# Looks like a Payton and Allen swap with DMase and Elden is about to be announced



## FJ_of _Rockaway (May 28, 2002)

Stay tuned

Kenny Andersen is involved somehow as well


----------



## HAWK23 (Jul 1, 2002)

wow that is a HUGE swap

GP for Allen... hmmmmm


that would be interesting but what about Cassell


----------



## superdave (Jul 16, 2002)

http://foxsports.lycos.com/content/view?contentId=913994

3 way deal?

Any of the following:
Elden -NO
D-Mase, GP, K.Anderson - Seattle
R.Allen - MIL


VD


----------



## Future (Jul 24, 2002)

Wow, reuniting with Karl. Very interesting...


----------



## truebluefan (May 27, 2002)

seattle could use a pt guard.


----------



## TomBoerwinkle#1 (Jul 31, 2002)

Something interesting happening today after all. Wow. Glove on Bucks. Could pique interest in brat-town ball.


----------



## InPaxWeTrust (Sep 16, 2002)

This trade sounds funny i mean Cassell will still be in Milwaukee even though Gary is traded there? If this is right though you are right TBF Seattle would need a PG- Jamal back home? Oh man am i getting my hopes up!!


----------



## superdave (Jul 16, 2002)

> Originally posted by <b>truebluefan</b>!
> seattle could use a pt guard.


Whose going to play point now for Seattle? Joe Forte?

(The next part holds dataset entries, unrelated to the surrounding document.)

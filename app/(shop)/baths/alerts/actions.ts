'use server';

import { revalidatePath } from 'next/cache';
import { formAction } from '@/lib/action';
import { acknowledgeAlert } from '@/lib/bath/alerts';
import { acknowledgeSchema } from '@/lib/bath/schemas';

export const acknowledgeAlertAction = formAction('alerts.ack', acknowledgeSchema, async (input, user) => {
  await acknowledgeAlert(user, input);
  revalidatePath('/baths', 'layout');
  return { ok: true, message: 'Acknowledged.' };
});
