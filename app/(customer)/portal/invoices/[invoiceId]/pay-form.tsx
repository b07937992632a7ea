'use client';

import { useActionState } from 'react';
import { FormMessage } from '@/components/ui/form-message';
import { SubmitButton } from '@/components/ui/submit-button';
import { initialFormState } from '@/lib/action-state';
import { payInvoiceAction } from './actions';

export function PayForm({ invoiceId, label }: { invoiceId: string; label: string }) {
  const [state, action] = useActionState(payInvoiceAction, initialFormState);
  return (
    <form action={action} className="flex flex-col gap-2">
      <input type="hidden" name="invoiceId" value={invoiceId} />
      <SubmitButton size="lg" pendingLabel="Opening the payment page…">
        {label}
      </SubmitButton>
      <FormMessage tone="error" message={state.ok ? null : state.message} />
    </form>
  );
}
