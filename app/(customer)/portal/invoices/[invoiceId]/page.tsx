import type { Metadata } from 'next';
import Link from 'next/link';
import { notFound } from 'next/navigation';
import { formatMoney } from '@/components/money';
import { buttonClasses } from '@/components/ui/button';
import { Card } from '@/components/ui/card';
import { FormMessage } from '@/components/ui/form-message';
import { PageHeader } from '@/components/ui/page-header';
import { requirePageUser } from '@/lib/auth/current-user';
import { confirmCheckoutReturn } from '@/lib/billing/checkout';
import { getPortalInvoice } from '@/lib/billing/portal';
import {
  InvoiceFacts,
  InvoiceLines,
  InvoiceStatusBadge,
  LINK,
  PaymentHistory,
  RoundingNote,
} from '../../../../(shop)/invoices/_components/invoice-view';
import { PayForm } from './pay-form';

export const metadata: Metadata = { title: 'Invoice' };

type Props = { params: Promise<{ invoiceId: string }>; searchParams: Promise<{ payment?: string; session?: string }> };

function returnMessage(payment: string | undefined, openCents: number, paidCents: number) {
  if (payment === 'cancelled') return { tone: 'info' as const, text: 'The payment was cancelled. Nothing was charged.' };
  if (payment !== 'done') return null;
  if (openCents <= 0 && paidCents > 0) return { tone: 'success' as const, text: 'Thank you: your payment was received and a receipt is on its way by e-mail.' };
  if (paidCents > 0) return { tone: 'success' as const, text: `Thank you: your payment was received. ${formatMoney(openCents)} remains open.` };
  return { tone: 'info' as const, text: 'Your payment is being confirmed. Reload this page in a moment to see it.' };
}

export default async function PortalInvoicePage({ params, searchParams }: Props) {
  const { invoiceId } = await params;
  const user = await requirePageUser('portal.use', `/portal/invoices/${invoiceId}`);
  const { payment, session } = await searchParams;
  if (payment === 'done' && session) await confirmCheckoutReturn(user, invoiceId, session);
  const detail = await getPortalInvoice(user, invoiceId);
  if (!detail) notFound();
  const { invoice, summary } = detail;
  const message = returnMessage(payment, summary.openCents, summary.paidCents);
  return (
    <div className="flex flex-col gap-6">
      <PageHeader
        eyebrow={<Link href="/portal/invoices" className={LINK}>Invoices</Link>}
        title={`Invoice ${invoice.number}`}
        meta={<InvoiceStatusBadge summary={summary} />}
        actions={
          <a className={buttonClasses({ variant: 'secondary' })} href={`/portal/invoices/${invoice.id}/pdf`}>
            PDF
          </a>
        }
      />
      {message ? <FormMessage tone={message.tone} message={message.text} /> : null}
      <div className="grid gap-4 md:grid-cols-[1fr_18rem]">
        <Card title="Details">
          <InvoiceFacts detail={detail} />
        </Card>
        <Card title={summary.openCents > 0 ? 'Pay online' : summary.excessCents > 0 ? 'Credit on account' : 'Nothing to pay'}>
          {summary.openCents > 0 ? (
            <div className="flex flex-col gap-3 text-sm">
              <p>
                Pay the open balance of <strong>{formatMoney(summary.openCents)}</strong> by card. You will be taken to a secure payment page
                and brought back here.
              </p>
              <PayForm invoiceId={invoice.id} label={`Pay ${formatMoney(summary.openCents)}`} />
            </div>
          ) : summary.excessCents > 0 ? (
            <p className="text-sm">
              You paid <strong>{formatMoney(summary.excessCents)}</strong> more than this invoice asked. It is your credit on account: we will refund it or
              apply it to another invoice, and tell you which.
            </p>
          ) : (
            <p className="text-sm">This invoice is settled. Thank you.</p>
          )}
        </Card>
      </div>
      <Card title="Lines" padding="none">
        <InvoiceLines detail={detail} />
      </Card>
      <Card title="Payment history">
        <PaymentHistory detail={detail} />
      </Card>
      <RoundingNote rule={invoice.rounding_rule} />
    </div>
  );
}
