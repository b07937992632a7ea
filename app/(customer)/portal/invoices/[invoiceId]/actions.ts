'use server';

import { redirect } from 'next/navigation';
import { formAction } from '@/lib/action';
import { startInvoiceCheckout } from '@/lib/billing/checkout';
import { invoiceRefSchema } from '@/lib/billing/schemas';

// Opens a payment for the invoice's open balance (read on the server) and sends the browser to it.
export const payInvoiceAction = formAction('portal.use', invoiceRefSchema, async (input, user) => {
  const { url } = await startInvoiceCheckout(user, input.invoiceId);
  redirect(url);
});
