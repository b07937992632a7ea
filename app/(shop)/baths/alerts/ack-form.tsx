'use client';

import { useActionState } from 'react';
import { TextareaField } from '@/components/ui/field';
import { FormMessage } from '@/components/ui/form-message';
import { SubmitButton } from '@/components/ui/submit-button';
import { initialFormState } from '@/lib/action-state';
import { acknowledgeAlertAction } from './actions';

export function AcknowledgeForm({ alertId }: { alertId: string }) {
  const [state, action] = useActionState(acknowledgeAlertAction, initialFormState);
  if (state.ok) return <FormMessage tone="success" message={state.message} />;
  return (
    <form action={action} className="flex flex-col gap-2" noValidate>
      <input type="hidden" name="alertId" value={alertId} />
      <FormMessage tone="error" message={state.message} />
      <TextareaField
        label="Corrective action taken"
        name="correctiveAction"
        rows={2}
        defaultValue={state.values?.correctiveAction}
        errors={state.fieldErrors?.correctiveAction}
        required
      />
      <div>
        <SubmitButton pendingLabel="Saving…">Acknowledge</SubmitButton>
      </div>
    </form>
  );
}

Hmmm.... Jamal is a PG. Jamal is from Seattle.

Ugh.






VD


----------



## Lizzy (May 28, 2002)

aye carumba!


----------



## Nater (Jul 10, 2002)

> Originally posted by <b>Vin Diesel</b>!
> 
> Hmmm.... Jamal is a PG. Jamal is from Seattle.


Yeah, too bad they didn't get this deal done earlier, to leave Krause some time to negotiate with Seattle before the deadline. :sigh:


----------



## FJ_of _Rockaway (May 28, 2002)

I would guess and think it is 2 seperate deals

DMase and Kenny for Elden

GP for Jesus

It really has far reaching ramifications and sets up the trading field for this summer.

It means :




* If the Bucks resign GP then Cassell will be moved 
* If Mase is in NO , then Courtney Alexander or David Wesley can be had
* With Joe Forte backing Jesus .. and with Brent Barry with $5M left on a 1 year deal .... he should be actively sought over the summer 
* The Sonics are in the market for a point guard and with talking crap about making a play for Kidd previously , they will ( IMO ) make a big push for Dre Miller to feed all those sheet shooters they have in Jesus, Shard and Vlad. Elden is a good acquisition and they should try and hang on to him for some post presence that complements all that shooting 


Pity we were not hip to this sooner such that we sent Crawford and expiring contracts for Brent Barry .... unless the Supes have no use for Jams with all those shooters they have and for the fact that they need a more trad point like Kidd or Dre to feed them .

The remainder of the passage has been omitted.